# Saying G'nite to Ricky



## Pigeonpal2002 (Jul 27, 2002)

Hi Folks, 

Thought I'd take a few short video clips of me saying "Goodnight" to my pigeons. In these 3 videos it's mostly Ricky I'm catering to, but she is my recovering baby girl and needs the attention. These videos were taken on Friday, April 4 just before 6pm EST.


http://www.youtube.com/watch?v=9CPIcc9JDTE

http://www.youtube.com/watch?v=qZpokIQmCv8

http://www.youtube.com/watch?v=Z6kcf8W4DGI


----------



## Tilly (Feb 16, 2008)

Just pick the bird up and kiss it already.


----------



## Pigeonpal2002 (Jul 27, 2002)

Tilly said:


> Just pick the bird up and kiss it already.


LOL....Well just for that and specifically to respond to you, Tilly I stick out my tongue in Gene Simmons fashion and say, "kiss it" to you, lol,


----------



## Tilly (Feb 16, 2008)

LOL   Back!


----------



## Lovebirds (Sep 6, 2002)

She's such a pretty girl. Goodnight Ricky!


----------



## Maggie-NC (Jun 22, 2005)

Brad, she is a doll.
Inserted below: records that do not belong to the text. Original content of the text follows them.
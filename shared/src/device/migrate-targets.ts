import type { DeviceTargets } from '../schemas/device-targets.js';
import { cornerNames, type Process } from '../schemas/process.js';
import { deviceParamsOf } from './resolve-device.js';
import { say } from './say.js';

export interface MigrationOptions {
  /** Keep L as drawn (raised to the new lmin if below it). */
  fixedLength: boolean;
  /** Scale VDS, VSB and a VGS constraint by the ratio of the supplies. */
  scaleVoltages: boolean;
  /** Factor on ID (1: the same currents). */
  currentScale: number;
}

export interface MigratedTargets {
  targets: DeviceTargets;
  lengthScale: number;
  voltageScale: number;
  notes: string[];
}

/** Lengths drawn on the new process snap to its width grid (a process profile has no separate length grid). */
function onGrid(value: number, grid: number): number {
  return Number((Math.round(value / grid) * grid).toPrecision(12));
}

/**
 * A device's targets moved to another process: the same ID (× currentScale) and the same second constraint,
 * with L scaled by the ratio of the two processes' lmin for the device's type (unless fixed), a W constraint
 * scaled with it (the same W/L), and VDS, VSB and a VGS constraint scaled by the ratio of the supplies (unless
 * scaleVoltages is off). A flavour or corner the new process lacks is dropped with a note. With an ideal
 * process scaled by κ at constant field and currentScale 1/κ this is Dennard et al.'s scaling (IEEE JSSC
 * SC-9(5), 1974, table I).
 */
export function migrateTargets(targets: DeviceTargets, from: Process, to: Process, options: MigrationOptions): MigratedTargets {
  const notes: string[] = [];
  const old = deviceParamsOf(from, targets.polarity, targets.flavour);
  let flavour = targets.flavour;
  if (flavour !== undefined && !to.flavours?.some((f) => f.name === flavour && f.polarity === targets.polarity)) {
    notes.push(`${to.name} has no ${targets.polarity.toUpperCase()} flavour "${flavour}": sized as its standard ${targets.polarity.toUpperCase()}`);
    flavour = undefined;
  }
  const next = deviceParamsOf(to, targets.polarity, flavour);
  const lengthScale = options.fixedLength ? 1 : next.lmin / old.lmin;
  const voltageScale = options.scaleVoltages ? to.vdd / from.vdd : 1;
  let l = options.fixedLength ? targets.l : onGrid(targets.l * lengthScale, next.wgrid);
  if (l < next.lmin) {
    notes.push(`L = ${say(l, 'm')} is below ${to.name}'s minimum ${say(next.lmin, 'm')}: raised to it`);
    l = next.lmin;
  }
  const { flavour: _flavour, corner, vov, gmId, w, vgs, ...rest } = targets;
  const migrated: DeviceTargets = {
    ...rest,
    ...(flavour === undefined ? {} : { flavour }),
    id: targets.id * options.currentScale,
    l,
    vds: targets.vds * voltageScale,
    vsb: targets.vsb * voltageScale,
    ...(vov === undefined ? {} : { vov }),
    ...(gmId === undefined ? {} : { gmId }),
    ...(w === undefined ? {} : { w: Math.max(next.wmin, onGrid(w * lengthScale, next.wgrid)) }),
    ...(vgs === undefined ? {} : { vgs: vgs * voltageScale }),
  };
  if (corner !== undefined) {
    if (cornerNames(to).includes(corner)) migrated.corner = corner;
    else notes.push(`${to.name} has no corner ${corner}: the new sheet's corner applies`);
  }
  const range = to.tempRange;
  if (targets.temperature !== undefined && range && (targets.temperature < range.min || targets.temperature > range.max)) {
    notes.push(`${targets.temperature} °C is outside ${to.name}'s range ${range.min} … ${range.max} °C`);
  }
  return { targets: migrated, lengthScale: options.fixedLength ? 1 : lengthScale, voltageScale, notes };
}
Seems only yesterday we were picking out names for she and Lucy.

PS - It sure is nice to see you posting.


----------



## Pigeonpal2002 (Jul 27, 2002)

Lady Tarheel said:


> Brad, she is a doll. Seems only yesterday we were picking out names for she and Lucy.
> 
> PS - It sure is nice to see you posting.


Thank you Maggie, 

It does seem like only yesterday I was trying to find names for my two babies. I love them with all my heart, they are my small world and I don't know what I'd do without them.

Thank you as well for mentioning my recent postings. I love my "friends" here, the people who understand me the most. I can't think of anywhere else on the "Net" that I'd feel more comfortable expressing my sincerest feelings.


----------



## Reti (Jul 20, 2003)

I loved the videos. Ricky is so adorable, enjoying the moment. Your birds are gorgeous.

Reti


----------



## Pigeonpal2002 (Jul 27, 2002)

Reti said:


> I loved the videos. Ricky is so adorable, enjoying the moment. Your birds are gorgeous.
> 
> Reti


Thank you, Reti....as I've said to many, my birds are my babies and I love them like the children I'll never have.


----------



## Lin Hansen (Jan 9, 2004)

Brad,

Good to see Ricky "in action." She looks so relaxed, getting ready for bedtime.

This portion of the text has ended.